# Small white parasites?



## Chad_linden (Dec 3, 2003)

I was over at Paranhaz69's house and he showed me what looked like thousands of snails on his glass. They haven't grown at all and he thinks they might be a parasite of some sort. Has anyone ever experienced this?
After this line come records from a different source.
def test_coefficient_of_variation_gives_the_standard_deviation(tmp_path):
    # cov = std / |mean| (the site file's word): cov = 0.1 of mean 300 is std 30, so the
    # closed-form index (Cornell 1969) is still 150 / 50 = 3.
    text = LINEAR_NORMAL.replace("mean = 300.0\nstd = 30.0", "mean = 300.0\ncov = 0.1")
    assert form_beta(load_problem(write(tmp_path, text))) == pytest.approx(3.0, abs=1e-6)
    both = LINEAR_NORMAL.replace("std = 30.0", "std = 30.0\ncov = 0.1")
    with pytest.raises(InputError, match="'std' or 'cov', not both"):
        load_problem(write(tmp_path, both))


def test_earlier_layout_is_refused_with_the_file_in_the_new_layout(tmp_path):
    old = """
[problem]
title = "R - S"
[variables.resistance]
distribution = "normal"
mean = 300.0
std = 30.0
[variables.load]
distribution = "normal"
mean = 150.0
std = 40.0
[[correlations]]
between = ["resistance", "load"]
coefficient = 0.5
[limit_states.capacity]
expression = "resistance - load"
[analysis]
method = "form"
[analysis.options]
tol = 1e-8
"""
    path = write(tmp_path, old)
    with pytest.raises(InputError, match="earlier layout") as info:
        load_problem(path)
    message = str(info.value)
    for line in ("[about]", "[uncertain.resistance]", 'kind = "normal"', "[[correlated]]",
                 'pair = ["resistance", "load"]', "rho = 0.5", "[modes.capacity]",
                 'margin = "resistance - load"', "[solve]", 'approach = "form"',
                 "[solve.settings]", "tol = 1e-08"):
        assert line in message, line
    # The translated text is itself a valid problem file with the same closed-form answer:
    # beta = 150 / sqrt(900 + 1600 - 1200) (Cornell 1969, correlated normals).
    new_text = message.split("(docs/problem-file.md):")[1]
    translated = write(tmp_path, new_text, name="translated.toml")
    assert form_beta(load_problem(translated)) == pytest.approx(150 / math.sqrt(1300), abs=1e-6)


# --- bad input ---------------------------------------------------------------------------------

def replace(old, new):
    assert old in LINEAR_NORMAL
    return LINEAR_NORMAL.replace(old, new, 1)


BAD_CASES = {
    "unknown kind": (
        replace('kind = "normal"', 'kind = "normall"'),
        "uncertain.resistance.kind", "unknown kind 'normall'"),
    "negative std": (
        replace("std = 30.0", "std = -30.0"),
        "uncertain.resistance.std", "standard deviation must be positive"),
    "zero std": (
        replace("std = 30.0", "std = 0.0"),
        "uncertain.resistance.std", "standard deviation must be positive"),
    "mean outside support": (
        replace('kind = "normal"\nmean = 300.0',
                'kind = "lognormal"\nmean = -300.0'),
        "uncertain.resistance.mean", "outside the support of the lognormal"),
    "beta mean outside its bounds": (
        replace("std = 30.0", "std = 30.0\nlower = 0.0\nupper = 100.0").replace(
            'kind = "normal"', 'kind = "beta"', 1),
        "uncertain.resistance", "strictly between the bounds"),
    "parameter the kind does not take": (
        replace("std = 30.0", "std = 30.0\nshape = 2.0"),
        "uncertain.resistance", "normal does not take shape"),
    "text where a number is expected": (
        replace("std = 30.0", 'std = "thirty"'),
        "uncertain.resistance.std", "unknown name 'thirty'"),
    "boolean parameter": (
        replace("std = 30.0", "std = true"),
        "uncertain.resistance.std", "expected a number, got a boolean"),
    "unknown name in a limit state": (
        replace('margin = "resistance - load"', 'margin = "resistanse - load"'),
        "modes.capacity.margin", "unknown name 'resistanse'.*did you mean 'resistance'"),
    "refused construct in a limit state": (
        replace('margin = "resistance - load"', 'margin = "resistance.real - load"'),
        "modes.capacity.margin", "attribute access"),
    "parameter depends on a later variable": (
        replace("mean = 300.0", 'mean = "2 * load"'),
        "uncertain.resistance.mean", "unknown name 'load'"),
    "missing margin": (
        replace('margin = "resistance - load"', 'description = "no formula"'),
        "modes.capacity.margin", "missing key 'margin'"),
    "unknown top-level table": (
        LINEAR_NORMAL + "\n[sovle]\napproach = \"form\"\n",
        "sovle", "unknown key"),
    "unknown key in a limit state": (
        replace('margin = "resistance - load"',
                'margin = "resistance - load"\nexpresion = "x"'),
        "modes.capacity.expresion", "unknown key"),
    "missing kind": (
        replace('kind = "normal"\n', ""),
        "uncertain.resistance.kind", "missing key 'kind'"),
    "reserved name": (
        replace("[uncertain.load]", "[uncertain.exp]").replace("- load", "- exp"),
        "uncertain.exp", "built-in function"),
    "name used twice": (
        "[fixed]\nload = 3.0\n" + LINEAR_NORMAL,
        "uncertain.load", "declared twice"),
    "correlation with an unknown variable": (
        LINEAR_NORMAL + '\n[[correlated]]\npair = ["resistance", "loads"]\n'
                        "rho = 0.3\n",
        r"correlated\[0\].pair", "'loads' is not a declared uncertain quantity"),
    "correlation coefficient of one": (
        LINEAR_NORMAL + '\n[[correlated]]\npair = ["resistance", "load"]\n'
                        "rho = 1.0\n",
        r"correlated\[0\].rho", r"must lie in \(-1, 1\)"),
    "pair given twice": (
        LINEAR_NORMAL + '\n[[correlated]]\npair = ["resistance", "load"]\nrho = 0.3\n'
                        '\n[[correlated]]\npair = ["load", "resistance"]\nrho = 0.2\n',
        r"correlated\[1\].pair", "already given"),
    "unknown method": (
        LINEAR_NORMAL + '\n[solve]\napproach = "monte_carlo"\n',
        "solve.approach", "unknown approach 'monte_carlo'"),
    "negative seed": (
        LINEAR_NORMAL + "\n[solve]\nseed = -4\n",
        "solve.seed", "non-negative integer"),
    "non-numeric constant": (
        '[fixed]\nspan = "6 m"\n' + LINEAR_NORMAL,
        "fixed.span", "expected a number"),
    "no limit state": (
        LINEAR_NORMAL.split("[modes.capacity]")[0],
        "modes", "required"),
}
If so what is the best solution to rid the tank if 'em. -He tried the alka-sletzer like tablets for fuingus/parasites too.


----------



## PARANHAZ69 (Dec 16, 2003)

YEAH, THATS ME







THEY LOOK LIKE BABY SNAILS BUT THEY DONT GROW, THEY ONLY STAY ON THE GLASS AND THERE ARE MORE VISABLE AT CERTAIN TIMES OF THE DAY??? THEY DONT SEEM TO BOTHER MY P'S BUT THE TANK LOOKS LIKE HELL???? I TRIED THE PARASITE TABLETS AND NOTHING SO IM GONNA TAKE THE TANK APART AND DISINFECT IT AND PUT MY P'S BACK IN.....COULD THOSE LITTLE BASTARDS BE ON OR IN MY P'S WITH OUT MY SEEING IT??? IM NOT GETTING FEEDER GOLDFISH ANYMORE!!!!


----------



## Winkyee (Feb 17, 2003)

Here's a vid I got

Like these?

check here ,.


----------



## PARANHAZ69 (Dec 16, 2003)

NOPE THESE ARE NOT WORMS!!! THEY LOOK LIKE TINY WHITE SNAILS, NOTHING LIKE WORMS???????


----------



## Winkyee (Feb 17, 2003)

PARANHAZ69 said:


> NOPE THESE ARE NOT WORMS!!! THEY LOOK LIKE TINY WHITE SNAILS, NOTHING LIKE WORMS???????


Are you yelling at me?









If they look like snails.....
They are probably snails....


----------



## DonH (Jan 25, 2003)

In an established system, you might be able to see small crustaceans or copepods moving around on the glass. They kinda look like little white bugs moving around. If that's what they are, they are harmless.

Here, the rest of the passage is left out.